An important possibility for increasing bird protection lies in legislation and new building standards that require bird-friendly windows (American Bird Conservancy, 2021a), which have been adopted by places such as New York City (New York City Department of Buildings, 2020). To create more citizen support of such policies, it will be important to educate citizens about the magnitude of the threats facing birds and to demonstrate that policy and design standards can reduce the threats. We have noticed how few people are aware of bird collisions on our campus; even a grounds crew member believed there were only one or two fatalities per year. People do not generally look at the edges of buildings where most collisions fall. When we are alerted to a collision on campus by those who have learned of our studies it is usually because the bird landed near an entryway or on a well-used sidewalk. Therefore, educational efforts are needed to highlight the magnitude of the problem and its solutions, such as the program offered by the local Great Salt Lake Audubon chapter (Great Salt Lake Audubon, 2021). In addition, posting bird carcasses on a project page for iNaturalist provides a permanent record of the problem for use in classrooms or with bird advocacy groups, as well as for editorial opinion pieces and legislators (Brown, 2020; Winton, Ocampo-Peñuela & Cagle, 2018). Only by highlighting the urgency of the problem and the efficacy of mitigation or prevention measures can we hope to scale up solutions to meet the magnitude of the problem.

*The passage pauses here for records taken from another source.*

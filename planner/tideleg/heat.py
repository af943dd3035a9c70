"""Heat: any network of masses, paths and Foster chains, solved by its exact modes.

The masses' equations C dT/dt = -G T + heat are made symmetric by sqrt(C), so their modes decay with real time
constants; every Foster cell is a mode of its own, driven and seen by its part alone. A mode under constant input moves
as an exact exponential over a step of any length. Linear algebra of RC networks; no source needed.

Inputs stand in the order: loss of ONE of each seated part [W], then boundary temperatures [degC]. Shapes: powers and
temperatures (part, C, S), boundaries (B, S), modal states (M, C).
"""

from __future__ import annotations

from dataclasses import dataclass
from typing import NamedTuple

import numpy as np

from tideleg.errors import InputError
from tideleg.network import Network, Seat
from tideleg.scan import LinearScan
from tideleg.waveform import FloatArray


@dataclass(frozen=True)
class Modes:
    """A network in modal form.

    parts, masses, boundaries : names, in the order of the arrays
    time_constants : (M,) [s]
    gain : (M, inputs) value at which each mode rests under a unit of each input
    output : (part, M) how each part's temperature sees the modes
    direct : (part, inputs) what reaches a part at once: boundaries, cells and joints without heat capacity
    """

    parts: tuple[str, ...]
    masses: tuple[str, ...]
    boundaries: tuple[str, ...]
    time_constants: FloatArray
    gain: FloatArray
    output: FloatArray
    direct: FloatArray

    def at_rest(self) -> FloatArray:
        """Return (part, inputs): temperatures at rest under a unit of each input [K/W], [-]."""
        return np.asarray(self.output @ self.gain + self.direct)

    def steady(self, power: FloatArray, boundary: FloatArray) -> FloatArray:
        """Return temperatures at rest [degC] for powers (part, ...) [W] and boundaries (B, ...) [degC]."""
        return np.asarray(np.einsum("pi,i...->p...", self.at_rest(), np.concatenate([power, boundary])))

    def resistance_matrix(self) -> FloatArray:
        """Return (part, part): warming of each part at rest per watt in ONE of each part [K/W]."""
        return self.at_rest()[:, : len(self.parts)]

    def soaked(self, boundary: FloatArray) -> FloatArray:
        """Return the modal state (M,) at rest without loss under boundaries (B,) [degC]."""
        return np.asarray(self.gain[:, len(self.parts) :] @ np.asarray(boundary, dtype=np.float64))

    def periodic_start(self, before: FloatArray, after: FloatArray, seconds: float) -> FloatArray:
        """Return the state that comes back to itself if the same inputs repeat.

        With the same inputs a state x ends as a x + c, a = exp(-seconds/tau); one run shows c, and x = c/(1 - a).

        Parameters
        ----------
        before, after : (M, C) states before and after one run
        seconds : length of the run [s]
        """
        decay = np.exp(-seconds / self.time_constants)[:, None]
        return np.asarray((after - decay * before) / -np.expm1(-seconds / self.time_constants)[:, None])


class Response(NamedTuple):
    """Temperatures over and at the end of each step (part, C, S) [degC], and the state after the last step (M, C)."""

    mean: FloatArray
    end: FloatArray
    state: FloatArray


class Propagator:
    """Modes over one block of steps: the decays are prepared once, then asked in every pass of the relaxation.

    Parameters
    ----------
    modes : Modes
    durations : (S,) [s]
    """

    def __init__(self, modes: Modes, durations: FloatArray) -> None:
        self.modes = modes
        shares = np.asarray(durations)[None, :] / modes.time_constants[:, None]
        rise = -np.expm1(-shares)
        self._rise = rise[:, None, :]
        self._mean_decay = (rise / shares)[:, None, :]
        self._scan = LinearScan(np.exp(-shares)[:, None, :])
        self._same_step = self._own_response()

    def respond(self, state: FloatArray, power: FloatArray, boundary: FloatArray) -> Response:
        """Return the temperatures under losses held in each step.

        Parameters
        ----------
        state : (M, C) before the first step
        power : (part, C, S) loss of ONE of each seated part [W]
        boundary : (B, S) [degC]
        """
        m, shape = self.modes, power.shape[1:]
        given = np.concatenate([power, np.broadcast_to(boundary[:, None, :], (len(boundary), *shape))])
        flat = given.reshape(len(given), -1)
        direct = (m.direct @ flat).reshape(len(m.parts), *shape)
        if not len(m.time_constants):
            return Response(direct, direct, state)
        rest = (m.gain @ flat).reshape(-1, *shape)
        end = self._scan.run(self._rise * rest, state[..., None])
        begin = np.concatenate([state[..., None], end[..., :-1]], axis=-1)
        mean = rest + (begin - rest) * self._mean_decay
        return Response(self._seen(mean) + direct, self._seen(end) + direct, end[..., -1])

    def _seen(self, modal: FloatArray) -> FloatArray:
        whole = self.modes.output @ modal.reshape(len(modal), -1)
        return np.asarray(whole.reshape(-1, *modal.shape[1:]))

    def same_step_response(self) -> FloatArray:
        """Return (part, 1, S): warming of a step's mean temperature per watt of the part in that same step [K/W]."""
        return self._same_step

    def _own_response(self) -> FloatArray:
        m, n = self.modes, len(self.modes.parts)
        own = m.output * m.gain[:, :n].T
        at_once = np.diagonal(m.direct[:, :n])[:, None, None]
        return np.asarray(np.einsum("pm,mcs->pcs", own, 1.0 - self._mean_decay) + at_once)


def modes(network: Network) -> Modes:
    """Return the exact modal form of a network.

    Raises
    ------
    InputError
        If a name is unknown or stands twice, a resistance is not above zero, a capacity or time constant is negative,
        or a mass reaches no boundary.
    """
    _refuse_bad(network)
    masses = sorted(network.masses, key=lambda mass: mass.heat_capacity == 0.0)
    place = {mass.name: i for i, mass in enumerate(masses)}
    inputs = len(network.seats) + len(network.boundaries)
    outer = {name: len(network.seats) + i for i, name in enumerate(network.boundaries)}
    conductance, heat = _balance(network, place, outer, inputs)
    stored = np.array([mass.heat_capacity for mass in masses if mass.heat_capacity > 0.0])
    joints = _eliminated(conductance, heat, len(stored))
    root = np.sqrt(stored)
    decay, shape = np.linalg.eigh(joints.conductance / root[:, None] / root[None, :])
    gain = (shape.T @ (joints.heat / root[:, None])) / decay[:, None]
    seen = shape / root[:, None]
    base_output = np.concatenate([seen, joints.by_mass @ seen])
    base_direct = np.concatenate([np.zeros((len(stored), inputs)), joints.by_input])
    return _with_chains(network, place, outer, _Bases(1.0 / decay, gain, base_output, base_direct))


class _Joints(NamedTuple):
    """A network without its massless joints; the joints follow as by_mass T + by_input u."""

    conductance: FloatArray
    heat: FloatArray
    by_mass: FloatArray
    by_input: FloatArray


class _Bases(NamedTuple):
    """Modes of the masses, and how every place (masses, then joints) sees modes and inputs."""

    time_constants: FloatArray
    gain: FloatArray
    output: FloatArray
    direct: FloatArray


def _balance(
    network: Network, place: dict[str, int], outer: dict[str, int], inputs: int
) -> tuple[FloatArray, FloatArray]:
    """Return conductances between places [W/K] and the heat that a unit of each input brings to each place."""
    conductance = np.zeros((len(place), len(place)))
    heat = np.zeros((len(place), inputs))
    for path in network.paths:
        for here, there in ((path.one, path.other), (path.other, path.one)):
            if here not in place:
                continue
            conductance[place[here], place[here]] += 1.0 / path.resistance
            if there in place:
                conductance[place[here], place[there]] -= 1.0 / path.resistance
            else:
                heat[place[here], outer[there]] += 1.0 / path.resistance
    for i, seat in enumerate(network.seats):
        if seat.base in place:
            heat[place[seat.base], i] += seat.copies
    return conductance, heat


def _eliminated(conductance: FloatArray, heat: FloatArray, stored: int) -> _Joints:
    """Take the massless joints out exactly: 0 = -G_jm T_m - G_jj T_j + heat_j."""
    inner = conductance[stored:, stored:]
    if not len(inner):
        return _Joints(conductance, heat, np.zeros((0, stored)), np.zeros((0, heat.shape[1])))
    by_mass = np.asarray(np.linalg.solve(inner, -conductance[stored:, :stored]), dtype=np.float64)
    by_input = np.asarray(np.linalg.solve(inner, heat[stored:]), dtype=np.float64)
    across = conductance[:stored, stored:]
    return _Joints(
        conductance[:stored, :stored] + across @ by_mass, heat[:stored] - across @ by_input, by_mass, by_input
    )


def _with_chains(network: Network, place: dict[str, int], outer: dict[str, int], bases: _Bases) -> Modes:
    """Add every Foster cell as a mode of its own and gather what each part sees."""
    parts, inputs = len(network.seats), bases.gain.shape[1]
    cells = [(i, r, tau) for i, seat in enumerate(network.seats) for r, tau in seat.cells if tau > 0.0]
    cell_gain = np.zeros((len(cells), inputs))
    cell_output = np.zeros((parts, len(cells)))
    for k, (i, resistance, _) in enumerate(cells):
        cell_gain[k, i] = resistance
        cell_output[i, k] = 1.0
    base_output = np.zeros((parts, len(bases.time_constants)))
    direct = np.zeros((parts, inputs))
    for i, seat in enumerate(network.seats):
        direct[i, i] += sum(resistance for resistance, tau in seat.cells if tau == 0.0)
        if seat.base in outer:
            direct[i, outer[seat.base]] += 1.0
        else:
            base_output[i] = bases.output[place[seat.base]]
            direct[i] += bases.direct[place[seat.base]]
    return Modes(
        parts=tuple(seat.part for seat in network.seats),
        masses=tuple(place),
        boundaries=network.boundaries,
        time_constants=np.concatenate([bases.time_constants, [tau for *_, tau in cells]]),
        gain=np.concatenate([bases.gain, cell_gain]),
        output=np.concatenate([base_output, cell_output], axis=1),
        direct=direct,
    )


def _refuse_bad(network: Network) -> None:
    names = [*network.boundaries, *(mass.name for mass in network.masses)]
    known = ", ".join(names)
    for name in names:
        if names.count(name) > 1:
            raise InputError(f"thermal network: the name {name!r} stands twice; give every place its own")
    for mass in network.masses:
        if not mass.heat_capacity >= 0.0:
            raise InputError(
                f"thermal network: {mass.name!r} has {mass.heat_capacity:g} J/K; it must not be below zero"
            )
    for path in network.paths:
        ends = f"{path.one!r} to {path.other!r}"
        if path.one not in names or path.other not in names:
            raise InputError(f"thermal network: a path runs from {ends}; places are {known}")
        if not path.resistance > 0.0:
            raise InputError(f"thermal network: {ends} has {path.resistance:g} K/W; it must be above zero")
    for seat in network.seats:
        if seat.base not in names:
            raise InputError(f"thermal network: {seat.part!r} stands on {seat.base!r}; places are {known}")
        _refuse_bad_cells(seat)
    _refuse_islands(network)


def _refuse_bad_cells(seat: Seat) -> None:
    for resistance, tau in seat.cells:
        if not (resistance > 0.0 and tau >= 0.0):
            raise InputError(
                f"thermal network: {seat.part!r} has a cell of {resistance:g} K/W and {tau:g} s;"
                " resistance must be above zero and the time constant not below"
            )


def _refuse_islands(network: Network) -> None:
    """Refuse a mass that reaches no boundary: it would warm for ever."""
    reached = set(network.boundaries)
    grew = True
    while grew:
        before = len(reached)
        for path in network.paths:
            if path.one in reached or path.other in reached:
                reached |= {path.one, path.other}
        grew = len(reached) > before
    for mass in network.masses:
        if mass.name not in reached:
            raise InputError(f"thermal network: {mass.name!r} reaches no boundary; its heat has nowhere to go")
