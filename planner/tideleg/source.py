"""What a profile source is: a way to make the power profile of a mission from something else than a table of power."""

from __future__ import annotations

from collections.abc import Mapping
from pathlib import Path
from typing import Any, NamedTuple, Protocol, runtime_checkable

from pydantic import BaseModel

from tideleg.waveform import FloatArray


class MadeProfile(NamedTuple):
    """What a profile source returns; arrays (S,).

    time_s : start of each step, from zero [s]
    duration_s : length of each step; a step runs to the start of the next [s]
    power_w : held over the step at the mission's terminals, positive = discharge [W]
    rules : sentences that say what the source did; every output prints them
    files : every file that it read, for the fingerprints of the inputs
    """

    time_s: FloatArray
    duration_s: FloatArray
    power_w: FloatArray
    rules: tuple[str, ...]
    files: tuple[Path, ...] = ()


@runtime_checkable
class ProfileSource(Protocol):
    """A way to make the power profile of a mission from something else than a table of power."""

    @property
    def name(self) -> str:
        """Name that a plan gives in `mission.source`."""
        ...

    @property
    def source(self) -> str:
        """Where its rules come from."""
        ...

    @property
    def settings(self) -> type[BaseModel]:
        """Model of the keys it reads in [mission.source_settings]."""
        ...

    @property
    def file_keys(self) -> tuple[str, ...]:
        """Those of its keys that hold names of files, relative to the folder of the plan."""
        ...

    def example(self, folder: Path) -> Mapping[str, object]:
        """Write the input files of a small example into an empty folder and return its keys.

        `tideleg plugins check` holds the source against its promises with it where the plan has no mission of it.
        """
        ...

    def make(self, settings: Any, folder: Path) -> MadeProfile:
        """Return the profile; the same for the same settings and files, byte for byte.

        What is random takes its seed from the settings and says it in the rules.
        """
        ...
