"""How much of the stage's ripple reaches the battery: a divider between the port capacitor and the battery.

The capacitor takes the ac part of what the stage exchanges with the port; what voltage that leaves across it drives a
current through the battery's resistance and the inductance of the way there. Each harmonic divides by
Z_C/(Z_C + R + j w L), circuit law. The numbers are compared with a limit of the plan; what ripple does to the battery's
life is not told.
"""

from __future__ import annotations

import numpy as np

from tideleg.contract import Exchange
from tideleg.waveform import FloatArray, Values

HARMONICS = 12
"""Of the exchange's own frequency; a triangle's share beyond is below one part in a thousand of its mean square."""


def battery_ripple(exchange: Exchange, farad: float, ohms: Values, henry: float) -> tuple[FloatArray, FloatArray]:
    """Return (RMS [A], peak-to-peak [A]) of the ripple current that reaches the battery.

    Parameters
    ----------
    exchange : with the battery port
    farad : of the port capacitor, above zero
    ohms, henry : of the battery and the way to it [Ω], [H]

    Notes
    -----
    The peak-to-peak value is that of the sum of the harmonics over one period, sampled at 64 instants.
    """
    square: Values = 0.0
    angles = 2.0 * np.pi * np.arange(64) / 64.0
    sampled: FloatArray | float = 0.0
    for order in range(1, HARMONICS + 1):
        omega = 2.0 * np.pi * order * exchange.frequency
        capacitor = 1.0 / (1j * omega * farad)
        share = capacitor / (capacitor + ohms + 1j * omega * henry)
        amplitude = exchange.current.harmonic(order) * share
        square = square + 0.5 * np.abs(amplitude) ** 2
        turn = np.exp(1j * order * angles)
        sampled = sampled + np.real(np.multiply.outer(turn, amplitude))
    return np.sqrt(np.asarray(square)), np.asarray(np.ptp(np.asarray(sampled), axis=0))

The current study is the third in a series of studies that establish that two separate phases of installation of Feather Friendly® bird collision deterrent is effective in lowering collisions against both mirrored and transparent glass windows on two different buildings. In addition, the studies have provided correlational evidence that permanent bird-friendly windows—ORNILUX® Mikado UV reflective windows and fritted windows—are associated with fewer collisions and that mirrored glass is associated with more collisions. The special dangers created for Cedar Waxwings by pear trees planted near transparent and mirrored windows underscore how human preferences for aesthetic advantages can create ecological traps for birds drawn to food sources near windows. Although these results could benefit from replications in different seasons and places, the accumulating evidence supports preventive actions. We should install protective windows in new construction, mitigate dangerous existing windows, and provide safe food and shelter opportunities for birds when creating landscapes near buildings.